• Task to complete: Give the tally of lines in the listing that include "semibold". No other words belong in the answer.

• Source information:
function NothingSelected({ count, readOnly, onQuick, onDraw }: { count: number; readOnly: boolean; onQuick: () => void; onDraw: () => void }) {
  if (readOnly)
    return <p className="text-sm text-steel-600">{count ? "Click a plane to see its pitch, eave, corners and edges." : "No roof has been drawn for this job yet."}</p>;
  if (!count)
    return (
      <div className="space-y-2 text-sm text-steel-700">
        <h2 className="text-sm font-semibold text-steel-900">Start the roof</h2>
        <p>Add a gable, hip or shed from a rectangle, or outline a plane corner by corner.</p>
        <div className="flex gap-2">
          <Button size="sm" onClick={onQuick}>
            Quick shape…
          </Button>
          <Button size="sm" variant="secondary" onClick={onDraw}>
            Draw a plane
          </Button>
        </div>
      </div>
    );
  return (
    <div className="space-y-1 text-sm text-steel-700">
      <h2 className="text-sm font-semibold text-steel-900">Nothing selected</h2>
      <p>Click a plane to set its pitch, eave and layer stack; click an edge to type it or set its length; drag a corner to move it.</p>
      <p className="text-xs text-steel-500">Press ? for the keyboard shortcuts.</p>
    </div>
  );
}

• Written solution: 2